How useful is Turing completeness? are neural nets turing complete?
Regular feedforward neural networks are not turing complete. They are, in effect, equivalent to a single complicated mathematical function that may do quite a lot of calculations but doesn't have any ability perform looping or other control flow operations.
However, if you wire up a neural network with some way to access a stateful environment then it can be be made into a turing complete machine.
As a most trivial example, you could recreate a classic-style Turing machine where:
- the input to the neural network is the value on the tape and the previous state
- the output of the neural network is the next state and the action
You could then train the neural network to emulate the actions of any desired turing machine state table / configuration (perhaps by supervised learning on the actions of another turing machine?)
Note: The idea of running a feedforward net repeatedly with some form of state feedback is essentially equivalent to a recurrent neural network. So you can think of a recurrent neural network plus the logic that runs it repeatedly as being Turing complete. You need the extra logic (over and above the network itself) to ensure Turing completeness because it is necessary to handle things like termination, repetition and IO.
When modern computers are said to be Turing Complete there is an unspoken exception for the infinite storage device Turing described, which is obviously an impossibilty on a finite physical computation device. If a computation device can do everything a Turing machine can do (infinite storage not withstanding) it is Turing complete for all practical intents and purposes. By this less strict definition of Turing completeness, yes, its possible that many neural networks are Turing complete.
It is of course possible to create one that is not Turing complete.

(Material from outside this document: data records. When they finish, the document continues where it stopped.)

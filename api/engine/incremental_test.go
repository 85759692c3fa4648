package engine_test

import (
	"cmp"
	"context"
	"encoding/json"
	"fmt"
	"math/rand/v2"
	"path/filepath"
	"slices"
	"sync/atomic"
	"testing"
	"time"

	"github.com/deadspace-fhir/deadspace/api/engine"
	"github.com/deadspace-fhir/deadspace/api/store"
	"github.com/deadspace-fhir/deadspace/api/store/boltstore"
	"github.com/deadspace-fhir/deadspace/derive"
	"github.com/deadspace-fhir/deadspace/fhir/decode"
	"github.com/deadspace-fhir/deadspace/fhir/encode"
)

// rangeCounting counts the evaluations (commits) and the reads of a range
// of inputs, which only an evaluation that resumed the fall detector makes.
type rangeCounting struct {
	*boltstore.Store
	ranged, commits atomic.Int64
}

func (r *rangeCounting) InputsFrom(ctx context.Context, subject string, from time.Time) ([]store.Input, error) {
	r.ranged.Add(1)
	return r.Store.InputsFrom(ctx, subject, from)
}

func (r *rangeCounting) Commit(ctx context.Context, c store.Change, now time.Time) error {
	r.commits.Add(1)
	return r.Store.Commit(ctx, c, now)
}

// TestIncrementalAgreesWithReplay: readings arrive roughly in time order,
// some late by minutes and a few by over an hour (a change before the
// saved detector state), and the engine evaluates after every few. Its
// values (falls and rises included, found by a detector resumed from its
// saved state) must be replay's, for several arrival orders.
func TestIncrementalAgreesWithReplay(t *testing.T) {
	t.Parallel()
	base := time.Date(2026, 1, 10, 0, 0, 0, 0, time.UTC)
	type item struct {
		raw     json.RawMessage
		arrival time.Duration
	}
	var items []item
	add := func(raw json.RawMessage, at time.Duration) { items = append(items, item{raw, at}) }
	for p := 1; p <= 2; p++ {
		subj := fmt.Sprintf("Patient/inc%d", p)
		for m := range 6 * 60 {
			at := base.Add(time.Duration(m) * time.Minute)
			v := 37 + float64(m%4)/2
			switch {
			case m >= 100 && m < 130: // a fall
				v = 22 + float64(m%3)/2
			case m >= 200 && m < 215: // a rise
				v = 52 + float64(m%2)
			case p == 2 && m >= 300: // a fall that does not end
				v = 18
			}
			add(obsOf(subj, fmt.Sprintf("inc%d-et%d", p, m), "1", "final", "19891-1", "mm[Hg]", v, at, at.Add(time.Minute)), time.Duration(m)*time.Minute)
		}
		for g, m := range []int{60, 125, 240, 320} {
			at := base.Add(time.Duration(m) * time.Minute)
			// Blood gases come back from the laboratory 20 minutes later.
			add(obsOf(subj, fmt.Sprintf("inc%d-gas%d", p, g), "1", "final", "2019-8", "mm[Hg]", 40+float64(g), at, at.Add(20*time.Minute)), time.Duration(m+20)*time.Minute)
		}
	}
	for seed := range uint64(3) {
		t.Run(fmt.Sprint("order ", seed), func(t *testing.T) {
			t.Parallel()
			rng := rand.New(rand.NewPCG(seed, 7))
			order := slices.Clone(items)
			for i := range order {
				order[i].arrival += time.Duration(rng.IntN(10)) * time.Minute
				if rng.IntN(60) == 0 {
					order[i].arrival += 90 * time.Minute // very late
				}
			}
			slices.SortStableFunc(order, func(a, b item) int { return cmp.Compare(a.arrival, b.arrival) })
			var stream []json.RawMessage
			for _, it := range order {
				stream = append(stream, it.raw)
			}
			bs, err := boltstore.Open(filepath.Join(t.TempDir(), "s.db"), boltstore.Options{NoSync: true})
			if err != nil {
				t.Fatal(err)
			}
			defer bs.Close()
			st := &rangeCounting{Store: bs}
			enc, err := encode.New(encode.DefaultOptions())
			if err != nil {
				t.Fatal(err)
			}
			eng, err := engine.New(engine.Config{
				Store: st, Decoder: decode.New(decode.Options{}), Encoder: enc, Derive: derive.DefaultConfig(),
				Now: func() time.Time { return base.Add(8 * time.Hour) },
			})
			if err != nil {
				t.Fatal(err)
			}
			ctx := context.Background()
			for from := 0; from < len(stream); from += 9 {
				if _, err := eng.Ingest(ctx, "test", stream[from:min(from+9, len(stream))]); err != nil {
					t.Fatal(err)
				}
				if err := eng.EvaluateNow(ctx); err != nil {
					t.Fatal(err)
				}
			}
			var live []json.RawMessage
			for p := 1; p <= 2; p++ {
				recs, err := eng.Derivations(ctx, fmt.Sprintf("Patient/inc%d", p), time.Time{}, base.Add(24*time.Hour), "", 1000)
				if err != nil {
					t.Fatal(err)
				}
				for _, r := range recs {
					live = append(live, r.Payload.Observation)
				}
			}
			rep, err := eng.Compute(ctx, stream)
			if err != nil {
				t.Fatal(err)
			}
			var replayed []json.RawMessage
			falls := 0
			for _, r := range rep.Results {
				if r.Fall != nil {
					falls++
				}
				for _, o := range r.Bundle.Observations {
					raw, err := json.Marshal(o)
					if err != nil {
						t.Fatal(err)
					}
					replayed = append(replayed, raw)
				}
			}
			if falls < 4 {
				t.Fatalf("replay found %d falls and rises; the stream should give at least 4", falls)
			}
			got, want := valuesOfObservations(t, live), valuesOfObservations(t, replayed)
			for series, w := range want {
				if g, ok := got[series]; !ok || g != w {
					t.Errorf("series %s: live %+v (present %v), replay %+v", series, g, ok, w)
				}
			}
			for series, g := range got {
				if _, ok := want[series]; !ok {
					t.Errorf("the live engine has series %s (key %s), replay has not", series, g.key)
				}
			}
			// The test means something only if most evaluations resumed.
			if r, c := st.ranged.Load(), st.commits.Load(); 10*r < 8*c {
				t.Errorf("%d of %d evaluations read a range of inputs: the detector's state was hardly used", r, c)
			}
			t.Logf("%d values agree; %d of %d evaluations read a range of inputs", len(want), st.ranged.Load(), st.commits.Load())
		})
	}
}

The point of stating that a mathematical model is Turing Complete is to reveal the capability of the model to perform any calculation, given a sufficient amount of resources (i.e. infinite), not to show whether a specific implementation of a model does have those resources. Non-Turing complete models would not be able to handle a specific set of calculations, even with enough resources, something that reveals a difference in the way the two models operate, even when they have limited resources. Of course, to prove this property, you have to do have to assume that the models are able to use an infinite amount of resources, but this property of a model is relevant even when resources are limited.